Sharp spectroscopic fingerprints of disorder in an incompressible magnetic state

Disorder significantly impacts the electronic properties of conducting quantum materials by inducing electron localization and thus altering the local density of states and electric transport. In insulating quantum magnetic materials, the effects of disorder are less understood and can drastically impact fluctuating spin states like quantum spin liquids. In the absence of transport tools, disorder is typically characterized using chemical methods or by semi-classical modeling of spin dynamics. This requires high magnetic fields that may not always be accessible. Here, we show that magnetization plateaus – incompressible states found in many quantum magnets – provide an exquisite platform to uncover small amounts of disorder, regardless of the origin of the plateau. Using optical magneto-spectroscopy on the Ising-Heisenberg triangular-lattice antiferromagnet K$_2$Co(SeO$_3$)$_2$ exhibiting a 1/3 magnetization plateau, we identify sharp spectroscopic lines, the fine structure of which serves as a hallmark signature of disorder. Through analytical and numerical modeling, we show that these fingerprints not only enable us to quantify minute amounts of disorder but also reveal its nature – as dilute vacancies. Remarkably, this model explains all details of the thermomagnetic response of our system, including the existence of multiple plateaus. Our findings provide a new approach to identifying disorder in quantum magnets.

💡 Research Summary

This paper introduces a novel method for detecting and quantifying minute amounts of disorder in insulating quantum magnets by exploiting magnetization plateaus—states of incompressibility where the total spin‑z component is conserved. The authors focus on the Ising‑Heisenberg triangular‑lattice antiferromagnet K₂Co(SeO₃)₂ (KCSO), which exhibits a robust 1/3 magnetization plateau (the up‑up‑down, UUD, phase) between 2 T and 17 T at low temperature. Using far‑infrared magneto‑optical spectroscopy (FIRMS) in Faraday geometry at 5 K, they observe two dominant absorption modes and three weaker satellite modes that appear only within the plateau.

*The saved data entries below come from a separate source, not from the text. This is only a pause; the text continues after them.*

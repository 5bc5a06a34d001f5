import { ACCOUNT_DEACTIVATED_MESSAGE } from "@plumeline/contracts";
import request from "supertest";
import { afterAll, beforeAll, describe, expect, it } from "vitest";
import { signIn, type SignedInAgent } from "../../test-support/sign-in.js";
import { createTestContext, demoUser, TEST_ORIGIN, type TestContext } from "../../test-support/test-context.js";

// Expected behaviour comes from better-auth's admin plugin documentation (banning a user
// "prevents them from signing in and revokes all of their existing sessions"; unbanning
// lets them sign in again) and from docs/API.md (POST /api/users/:id/deactivate|reactivate).

let t: TestContext;
let admin: SignedInAgent;
beforeAll(async () => {
  t = await createTestContext();
  admin = await signIn(t.app, "admin");
});
afterAll(async () => {
  await t.close();
});

const actuary = demoUser("actuary");
const signInAs = (email: string, password: string) =>
  request(t.app).post("/api/auth/sign-in/email").set("Origin", TEST_ORIGIN).send({ email, password });

describe("POST /api/users/:id/deactivate and /reactivate", () => {
  it("ends open sessions, refuses sign-in with the deactivation message, keeps history, and reactivation lets them back in", async () => {
    const open = await signIn(t.app, "actuary");
    expect((await open.get("/api/me")).status).toBe(200);

    const res = await admin.post(`/api/users/${t.userIds.actuary}/deactivate`);
    expect(res.status).toBe(200);
    expect(res.body).toMatchObject({ id: t.userIds.actuary, deactivated: true, role: "actuary" });

    // The session opened before is gone at once, in the table and for the API.
    expect(await t.ctx.models.Session.count({ where: { userId: t.userIds.actuary } })).toBe(0);
    expect((await open.get("/api/me")).status).toBe(401);

    const refused = await signInAs(actuary.email, actuary.password);
    expect(refused.status).toBe(403);
    expect(refused.body).toMatchObject({ code: "BANNED_USER", message: ACCOUNT_DEACTIVATED_MESSAGE });

    // Nothing of theirs is removed: still listed, their own earlier sign-in row still names them.
    const listed = (await admin.get("/api/users")).body.find((u: { id: string }) => u.id === t.userIds.actuary);
    expect(listed).toMatchObject({ deactivated: true, email: actuary.email });
    const ownRow = await t.ctx.models.AuditEvent.findOne({ where: { action: "auth.signed-in", actorId: t.userIds.actuary } });
    expect(ownRow).not.toBeNull();

    const back = await admin.post(`/api/users/${t.userIds.actuary}/reactivate`);
    expect(back.status).toBe(200);
    expect(back.body.deactivated).toBe(false);
    expect((await signInAs(actuary.email, actuary.password)).status).toBe(200);

    const audit = await admin.get(`/api/audit?entityId=${t.userIds.actuary}&entityType=user`);
    const actions = audit.body.items.map((i: { action: string }) => i.action);
    expect(actions).toEqual(expect.arrayContaining(["user.deactivated", "user.reactivated"]));
    const deactivated = audit.body.items.find((i: { action: string }) => i.action === "user.deactivated");
    expect(deactivated).toMatchObject({ actorId: t.userIds.admin, data: { email: actuary.email } });
  });

  it("refuses an admin deactivating themselves (403 self_deactivation) and leaves them active", async () => {
    const res = await admin.post(`/api/users/${t.userIds.admin}/deactivate`);
    expect(res.status).toBe(403);
    expect(res.body.error).toMatchObject({ code: "self_deactivation", message: expect.stringContaining("cannot deactivate their own account") });
    expect((await t.ctx.models.User.findByPk(t.userIds.admin))?.banned).toBeFalsy();
    expect((await admin.get("/api/me")).status).toBe(200);
  });

  it("answers 403 naming users:manage for a non-admin, 401 without a session, 404 for an unknown id", async () => {
    const manager = await signIn(t.app, "manager");
    const res = await manager.post(`/api/users/${t.userIds.analyst}/deactivate`);
    expect(res.status).toBe(403);
    expect(res.body.error.message).toContain("users:manage");
    expect((await manager.post(`/api/users/${t.userIds.analyst}/reactivate`)).status).toBe(403);
    expect((await t.ctx.models.User.findByPk(t.userIds.analyst))?.banned).toBeFalsy();

    expect((await request(t.app).post(`/api/users/${t.userIds.analyst}/deactivate`)).status).toBe(401);
    const unknown = await admin.post("/api/users/no-such-user/deactivate");
    expect(unknown.status).toBe(404);
    expect(unknown.body.error.code).toBe("not_found");
  });

  it("writes no second row when the user already has that status", async () => {
    await admin.post(`/api/users/${t.userIds.manager2}/deactivate`);
    const again = await admin.post(`/api/users/${t.userIds.manager2}/deactivate`);
    expect(again.status).toBe(200);
    expect(await t.ctx.models.AuditEvent.count({ where: { action: "user.deactivated", entityId: t.userIds.manager2 } })).toBe(1);
  });
});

Standard theoretical tools—linear spin‑wave theory (LSWT), Landau‑Lifshitz dynamics (LLD), and exact diagonalization (ED)—successfully describe the two main modes as single‑spin‑flip excitations (one on an “up” spin, one on a “down” spin) and also capture triple‑spin‑flip bound‑state and continuum features. However, none of these clean‑system models can account for the satellite peaks.

To explain the satellites, the authors develop a “disorder‑bond” model in which the nearest‑neighbor exchange constants are locally reduced: J′zz = Jzz(1 − dzz) and J′xy = Jxy(1 − dxy). Analytic treatment shows that a single‑spin‑flip excitation can split into two distinct energies depending on whether the flipped spin is adjacent to a weakened bond. The energy shifts are ±Jzz dzz/2, with an additional quantum correction proportional to Jxy dxy that scales with the defect density. By fitting the satellite positions, they extract dzz ≈ 0.94 and dxy ≈ 0.94, indicating that the affected bonds are essentially missing rather than merely weakened.

The most natural microscopic origin of a missing bond is a magnetic‑site vacancy (absence of a Co²⁺ ion). The disorder‑bond framework interpolates between three limiting cases: (i) a weakened‑bond model (small d), (ii) a broken‑bond model (d → 1), and (iii) a vacancy model (complete removal of a spin site). Monte‑Carlo simulations of a dilute vacancy concentration (~2.3 %) reproduce not only the satellite intensities observed in FIRMS but also a secondary magnetization plateau with m < 1/3 that appears in magnetization and heat‑capacity measurements.

From the linear fits to the main modes, the authors obtain precise magnetic parameters: Jzz = 2.88 meV, Jxy = 0.20 meV, and an effective g‑factor gz = 7.45, in excellent agreement with prior neutron‑scattering and bulk magnetization studies but with higher precision.

The key insights are: (1) Incompressible plateau states amplify the response of spins near defects because those spins become locally compressible, leading to sharp spectroscopic fingerprints; (2) The multiplicity and energy splitting of spin‑flip excitations serve as a unique diagnostic of the nature (weak bond vs. vacancy) and concentration of disorder; (3) Optical magneto‑spectroscopy provides a low‑field, high‑resolution probe of disorder in quantum magnets, circumventing the need for ultra‑high magnetic fields required to reach full saturation.

Overall, the work establishes magnetization plateaus as a powerful platform for disorder detection, demonstrates that even sub‑percent vacancy concentrations can be identified via satellite modes, and offers a quantitative framework that links spectroscopic signatures to microscopic defect models. This approach opens new avenues for characterizing disorder in candidate quantum spin‑liquid materials and other frustrated magnets where disorder can masquerade as exotic quantum phenomena.